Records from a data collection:
##########
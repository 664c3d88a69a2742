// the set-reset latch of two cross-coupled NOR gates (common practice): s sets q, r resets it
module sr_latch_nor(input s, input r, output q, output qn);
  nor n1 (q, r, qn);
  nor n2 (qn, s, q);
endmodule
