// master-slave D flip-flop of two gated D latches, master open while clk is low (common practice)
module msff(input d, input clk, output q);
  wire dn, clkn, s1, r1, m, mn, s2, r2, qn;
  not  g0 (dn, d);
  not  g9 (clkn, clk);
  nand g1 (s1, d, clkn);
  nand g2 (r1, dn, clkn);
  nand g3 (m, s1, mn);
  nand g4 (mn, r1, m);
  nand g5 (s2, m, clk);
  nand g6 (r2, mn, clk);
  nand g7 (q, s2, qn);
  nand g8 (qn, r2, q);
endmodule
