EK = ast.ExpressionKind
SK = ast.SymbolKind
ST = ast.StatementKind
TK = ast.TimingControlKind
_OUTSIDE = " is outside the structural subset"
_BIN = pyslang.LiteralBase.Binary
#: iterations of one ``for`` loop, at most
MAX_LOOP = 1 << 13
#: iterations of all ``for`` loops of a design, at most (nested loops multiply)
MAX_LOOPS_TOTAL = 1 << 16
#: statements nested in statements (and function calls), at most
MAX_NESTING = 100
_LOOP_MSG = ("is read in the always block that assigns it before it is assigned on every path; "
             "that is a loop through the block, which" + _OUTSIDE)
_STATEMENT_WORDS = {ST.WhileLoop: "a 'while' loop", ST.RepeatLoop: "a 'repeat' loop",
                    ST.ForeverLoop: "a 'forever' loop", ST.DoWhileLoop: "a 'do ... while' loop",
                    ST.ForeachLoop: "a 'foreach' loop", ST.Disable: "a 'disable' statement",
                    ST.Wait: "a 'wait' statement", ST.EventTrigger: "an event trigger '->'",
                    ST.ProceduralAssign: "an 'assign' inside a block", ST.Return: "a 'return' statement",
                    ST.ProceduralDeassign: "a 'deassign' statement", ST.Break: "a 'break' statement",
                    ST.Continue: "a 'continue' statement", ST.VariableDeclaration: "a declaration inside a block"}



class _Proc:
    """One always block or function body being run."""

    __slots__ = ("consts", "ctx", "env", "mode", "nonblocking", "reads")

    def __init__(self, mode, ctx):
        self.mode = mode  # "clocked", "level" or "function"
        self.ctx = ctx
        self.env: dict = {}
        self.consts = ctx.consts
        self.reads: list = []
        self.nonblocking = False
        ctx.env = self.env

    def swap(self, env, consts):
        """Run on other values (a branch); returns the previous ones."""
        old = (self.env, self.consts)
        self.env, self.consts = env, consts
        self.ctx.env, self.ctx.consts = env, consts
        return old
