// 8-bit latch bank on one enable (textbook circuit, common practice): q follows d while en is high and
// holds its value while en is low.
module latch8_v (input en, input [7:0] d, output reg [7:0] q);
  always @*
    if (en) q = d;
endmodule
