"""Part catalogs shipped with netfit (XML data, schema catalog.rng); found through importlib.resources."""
##########
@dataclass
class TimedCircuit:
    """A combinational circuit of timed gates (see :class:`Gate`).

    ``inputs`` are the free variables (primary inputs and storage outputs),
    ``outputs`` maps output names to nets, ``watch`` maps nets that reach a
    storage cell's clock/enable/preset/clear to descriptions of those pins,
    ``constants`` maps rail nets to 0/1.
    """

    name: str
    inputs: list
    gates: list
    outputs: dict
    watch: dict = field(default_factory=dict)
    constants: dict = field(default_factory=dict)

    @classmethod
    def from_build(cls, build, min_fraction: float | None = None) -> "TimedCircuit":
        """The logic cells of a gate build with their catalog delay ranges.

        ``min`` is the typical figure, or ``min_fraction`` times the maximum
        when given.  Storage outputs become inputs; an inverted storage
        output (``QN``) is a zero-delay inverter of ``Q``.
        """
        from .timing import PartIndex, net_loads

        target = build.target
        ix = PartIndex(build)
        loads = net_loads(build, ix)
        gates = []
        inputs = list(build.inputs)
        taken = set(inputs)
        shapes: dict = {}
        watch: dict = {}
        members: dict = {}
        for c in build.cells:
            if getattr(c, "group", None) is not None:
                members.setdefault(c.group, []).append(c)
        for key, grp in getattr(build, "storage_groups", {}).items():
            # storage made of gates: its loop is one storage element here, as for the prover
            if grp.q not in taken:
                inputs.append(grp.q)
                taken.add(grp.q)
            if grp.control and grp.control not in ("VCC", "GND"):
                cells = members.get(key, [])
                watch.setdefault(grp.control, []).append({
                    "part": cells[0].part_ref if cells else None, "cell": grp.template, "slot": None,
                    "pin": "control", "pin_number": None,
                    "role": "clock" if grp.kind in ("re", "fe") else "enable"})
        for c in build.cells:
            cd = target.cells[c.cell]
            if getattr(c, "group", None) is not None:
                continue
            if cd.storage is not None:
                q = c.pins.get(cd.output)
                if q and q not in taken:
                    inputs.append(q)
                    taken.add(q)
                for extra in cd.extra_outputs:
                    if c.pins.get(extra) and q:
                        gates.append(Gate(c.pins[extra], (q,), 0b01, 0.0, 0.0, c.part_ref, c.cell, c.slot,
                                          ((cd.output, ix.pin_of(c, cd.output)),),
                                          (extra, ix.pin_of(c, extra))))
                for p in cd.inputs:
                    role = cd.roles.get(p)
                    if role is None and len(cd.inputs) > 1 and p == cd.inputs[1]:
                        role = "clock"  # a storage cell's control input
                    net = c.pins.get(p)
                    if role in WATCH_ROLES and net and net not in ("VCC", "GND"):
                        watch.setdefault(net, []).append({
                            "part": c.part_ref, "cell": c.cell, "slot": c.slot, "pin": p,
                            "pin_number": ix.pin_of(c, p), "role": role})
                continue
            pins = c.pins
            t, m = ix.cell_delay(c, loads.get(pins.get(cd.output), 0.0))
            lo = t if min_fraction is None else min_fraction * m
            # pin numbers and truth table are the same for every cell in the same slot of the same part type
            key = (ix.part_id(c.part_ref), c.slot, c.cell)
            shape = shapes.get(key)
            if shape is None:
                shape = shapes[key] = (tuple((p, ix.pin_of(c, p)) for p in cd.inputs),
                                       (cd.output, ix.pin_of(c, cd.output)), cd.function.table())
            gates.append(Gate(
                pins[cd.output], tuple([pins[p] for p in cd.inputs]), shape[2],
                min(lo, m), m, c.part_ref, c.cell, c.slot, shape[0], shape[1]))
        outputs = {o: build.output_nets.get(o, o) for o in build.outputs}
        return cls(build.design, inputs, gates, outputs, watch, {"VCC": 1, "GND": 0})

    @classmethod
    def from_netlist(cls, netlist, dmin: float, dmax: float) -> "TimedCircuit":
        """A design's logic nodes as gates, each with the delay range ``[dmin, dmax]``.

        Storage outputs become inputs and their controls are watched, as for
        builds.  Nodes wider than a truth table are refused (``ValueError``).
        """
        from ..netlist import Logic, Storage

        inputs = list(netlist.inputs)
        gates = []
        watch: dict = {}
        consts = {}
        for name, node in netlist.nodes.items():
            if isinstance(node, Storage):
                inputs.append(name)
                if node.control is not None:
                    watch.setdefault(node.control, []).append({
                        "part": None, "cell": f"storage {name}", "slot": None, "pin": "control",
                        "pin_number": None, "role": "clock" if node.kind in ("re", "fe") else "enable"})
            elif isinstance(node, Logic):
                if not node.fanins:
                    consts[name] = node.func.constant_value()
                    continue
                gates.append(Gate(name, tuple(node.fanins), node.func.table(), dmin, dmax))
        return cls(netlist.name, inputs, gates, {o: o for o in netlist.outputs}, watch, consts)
##########
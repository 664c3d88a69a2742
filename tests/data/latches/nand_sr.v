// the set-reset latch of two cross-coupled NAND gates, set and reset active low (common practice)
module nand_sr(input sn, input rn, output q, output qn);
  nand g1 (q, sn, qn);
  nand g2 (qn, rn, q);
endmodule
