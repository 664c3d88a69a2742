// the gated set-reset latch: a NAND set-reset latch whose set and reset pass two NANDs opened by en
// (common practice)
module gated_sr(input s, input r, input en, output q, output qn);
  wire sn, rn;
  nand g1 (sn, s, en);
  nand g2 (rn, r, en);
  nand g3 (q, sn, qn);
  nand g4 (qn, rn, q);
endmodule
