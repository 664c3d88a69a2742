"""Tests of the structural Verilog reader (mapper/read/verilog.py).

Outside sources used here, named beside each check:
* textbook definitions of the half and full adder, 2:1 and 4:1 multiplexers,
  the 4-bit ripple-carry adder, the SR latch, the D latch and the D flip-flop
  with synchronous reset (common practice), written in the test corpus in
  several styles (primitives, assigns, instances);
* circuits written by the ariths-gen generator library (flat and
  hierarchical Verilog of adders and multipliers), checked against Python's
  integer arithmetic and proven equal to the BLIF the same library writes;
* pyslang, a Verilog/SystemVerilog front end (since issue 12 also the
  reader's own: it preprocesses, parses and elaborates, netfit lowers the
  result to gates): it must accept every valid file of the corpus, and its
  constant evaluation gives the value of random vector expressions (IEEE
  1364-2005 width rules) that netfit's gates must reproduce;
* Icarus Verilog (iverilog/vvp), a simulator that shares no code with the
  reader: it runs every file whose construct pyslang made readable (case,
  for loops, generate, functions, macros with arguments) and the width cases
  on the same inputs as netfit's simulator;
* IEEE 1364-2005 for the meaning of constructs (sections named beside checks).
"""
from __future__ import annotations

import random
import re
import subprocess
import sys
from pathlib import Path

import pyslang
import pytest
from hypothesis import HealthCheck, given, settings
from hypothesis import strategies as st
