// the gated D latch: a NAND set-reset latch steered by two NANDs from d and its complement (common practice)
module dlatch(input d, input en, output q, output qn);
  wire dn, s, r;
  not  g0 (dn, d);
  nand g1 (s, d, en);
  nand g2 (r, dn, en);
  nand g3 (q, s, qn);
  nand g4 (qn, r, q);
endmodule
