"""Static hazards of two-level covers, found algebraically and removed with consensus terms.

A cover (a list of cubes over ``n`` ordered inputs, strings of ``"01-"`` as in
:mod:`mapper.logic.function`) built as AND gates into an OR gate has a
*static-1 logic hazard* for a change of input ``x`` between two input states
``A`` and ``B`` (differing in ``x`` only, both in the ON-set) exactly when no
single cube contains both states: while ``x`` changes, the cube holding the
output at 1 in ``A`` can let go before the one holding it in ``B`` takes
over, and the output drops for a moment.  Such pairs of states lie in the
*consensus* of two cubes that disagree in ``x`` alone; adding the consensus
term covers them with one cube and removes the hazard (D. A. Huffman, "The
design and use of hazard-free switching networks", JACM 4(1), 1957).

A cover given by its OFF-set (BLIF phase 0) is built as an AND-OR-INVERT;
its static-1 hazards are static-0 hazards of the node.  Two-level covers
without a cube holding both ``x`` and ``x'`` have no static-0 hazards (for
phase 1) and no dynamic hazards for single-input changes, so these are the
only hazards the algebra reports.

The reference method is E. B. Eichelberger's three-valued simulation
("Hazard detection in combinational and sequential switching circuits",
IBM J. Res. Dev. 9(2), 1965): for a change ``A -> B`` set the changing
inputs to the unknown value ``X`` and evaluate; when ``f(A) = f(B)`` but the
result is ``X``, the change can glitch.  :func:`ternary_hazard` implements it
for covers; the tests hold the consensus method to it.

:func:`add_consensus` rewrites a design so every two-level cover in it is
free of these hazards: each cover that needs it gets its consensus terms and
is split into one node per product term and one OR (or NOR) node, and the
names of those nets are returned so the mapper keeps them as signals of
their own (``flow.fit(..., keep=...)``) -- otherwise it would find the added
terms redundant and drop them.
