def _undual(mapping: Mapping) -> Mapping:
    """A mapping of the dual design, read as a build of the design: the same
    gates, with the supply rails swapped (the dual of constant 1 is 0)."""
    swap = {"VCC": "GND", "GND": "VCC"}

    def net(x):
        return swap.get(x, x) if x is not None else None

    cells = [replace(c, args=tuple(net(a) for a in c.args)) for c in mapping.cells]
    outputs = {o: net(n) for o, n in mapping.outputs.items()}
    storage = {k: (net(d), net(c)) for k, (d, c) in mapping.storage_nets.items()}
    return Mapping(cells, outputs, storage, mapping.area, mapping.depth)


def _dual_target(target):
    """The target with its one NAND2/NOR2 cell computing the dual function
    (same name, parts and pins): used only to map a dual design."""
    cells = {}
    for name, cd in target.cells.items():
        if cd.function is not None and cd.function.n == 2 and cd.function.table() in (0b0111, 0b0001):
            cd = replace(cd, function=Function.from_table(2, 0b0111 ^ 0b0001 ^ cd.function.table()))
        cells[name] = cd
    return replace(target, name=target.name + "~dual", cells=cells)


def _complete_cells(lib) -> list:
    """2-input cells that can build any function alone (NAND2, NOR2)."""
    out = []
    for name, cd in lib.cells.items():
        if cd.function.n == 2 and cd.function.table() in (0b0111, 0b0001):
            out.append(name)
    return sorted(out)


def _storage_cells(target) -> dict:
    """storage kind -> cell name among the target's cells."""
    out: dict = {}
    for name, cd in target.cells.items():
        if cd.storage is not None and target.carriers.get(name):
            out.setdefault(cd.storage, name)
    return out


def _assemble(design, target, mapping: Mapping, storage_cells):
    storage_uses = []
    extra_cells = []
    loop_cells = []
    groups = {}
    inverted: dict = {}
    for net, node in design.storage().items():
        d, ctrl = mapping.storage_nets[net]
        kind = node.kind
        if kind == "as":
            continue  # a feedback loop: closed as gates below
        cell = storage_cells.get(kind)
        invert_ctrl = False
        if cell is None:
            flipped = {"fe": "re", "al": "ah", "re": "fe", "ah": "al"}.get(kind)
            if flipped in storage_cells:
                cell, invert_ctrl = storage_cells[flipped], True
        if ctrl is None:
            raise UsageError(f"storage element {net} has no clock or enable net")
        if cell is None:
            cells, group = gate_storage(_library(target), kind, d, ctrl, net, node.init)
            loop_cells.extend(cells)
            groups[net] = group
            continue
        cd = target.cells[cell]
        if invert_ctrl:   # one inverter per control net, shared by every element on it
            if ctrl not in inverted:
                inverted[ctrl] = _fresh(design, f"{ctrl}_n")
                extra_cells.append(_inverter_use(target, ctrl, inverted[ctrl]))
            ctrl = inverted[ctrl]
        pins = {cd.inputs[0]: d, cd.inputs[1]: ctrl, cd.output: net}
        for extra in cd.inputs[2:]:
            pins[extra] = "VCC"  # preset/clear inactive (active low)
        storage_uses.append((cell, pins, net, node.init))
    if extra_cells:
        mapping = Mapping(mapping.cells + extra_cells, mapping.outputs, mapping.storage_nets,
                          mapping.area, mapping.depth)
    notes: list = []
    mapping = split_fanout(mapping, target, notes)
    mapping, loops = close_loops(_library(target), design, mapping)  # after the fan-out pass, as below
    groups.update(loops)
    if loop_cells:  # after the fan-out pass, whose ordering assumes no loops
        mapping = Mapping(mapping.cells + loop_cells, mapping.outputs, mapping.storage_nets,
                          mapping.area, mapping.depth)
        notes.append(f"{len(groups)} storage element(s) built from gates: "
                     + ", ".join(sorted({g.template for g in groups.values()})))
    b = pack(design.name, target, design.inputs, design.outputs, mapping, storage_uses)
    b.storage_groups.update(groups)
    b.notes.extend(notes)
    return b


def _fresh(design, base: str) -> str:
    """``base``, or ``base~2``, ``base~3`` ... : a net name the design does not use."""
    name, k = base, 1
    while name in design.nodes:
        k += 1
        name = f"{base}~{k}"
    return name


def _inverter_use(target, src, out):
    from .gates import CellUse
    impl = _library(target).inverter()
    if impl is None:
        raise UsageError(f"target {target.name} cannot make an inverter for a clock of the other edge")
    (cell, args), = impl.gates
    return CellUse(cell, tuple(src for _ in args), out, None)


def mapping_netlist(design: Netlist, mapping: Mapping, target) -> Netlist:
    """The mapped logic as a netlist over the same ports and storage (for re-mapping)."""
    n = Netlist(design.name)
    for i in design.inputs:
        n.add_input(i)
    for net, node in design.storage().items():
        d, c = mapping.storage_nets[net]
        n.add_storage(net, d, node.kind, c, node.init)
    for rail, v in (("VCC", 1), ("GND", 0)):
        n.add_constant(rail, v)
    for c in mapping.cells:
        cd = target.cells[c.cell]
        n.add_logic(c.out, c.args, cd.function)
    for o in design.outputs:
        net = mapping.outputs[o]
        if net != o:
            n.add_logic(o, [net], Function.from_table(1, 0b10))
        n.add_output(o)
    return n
##########
Goal of the exercise: Above are the records. Copy the lines beginning at the one that has "out.setdefault(cd.storage, name)" and ending with the one that has "element on it", unchanged.

Solution to this exercise:
            out.setdefault(cd.storage, name)
    return out


def _assemble(design, target, mapping: Mapping, storage_cells):
    storage_uses = []
    extra_cells = []
    loop_cells = []
    groups = {}
    inverted: dict = {}
    for net, node in design.storage().items():
        d, ctrl = mapping.storage_nets[net]
        kind = node.kind
        if kind == "as":
            continue  # a feedback loop: closed as gates below
        cell = storage_cells.get(kind)
        invert_ctrl = False
        if cell is None:
            flipped = {"fe": "re", "al": "ah", "re": "fe", "ah": "al"}.get(kind)
            if flipped in storage_cells:
                cell, invert_ctrl = storage_cells[flipped], True
        if ctrl is None:
            raise UsageError(f"storage element {net} has no clock or enable net")
        if cell is None:
            cells, group = gate_storage(_library(target), kind, d, ctrl, net, node.init)
            loop_cells.extend(cells)
            groups[net] = group
            continue
        cd = target.cells[cell]
        if invert_ctrl:   # one inverter per control net, shared by every element on it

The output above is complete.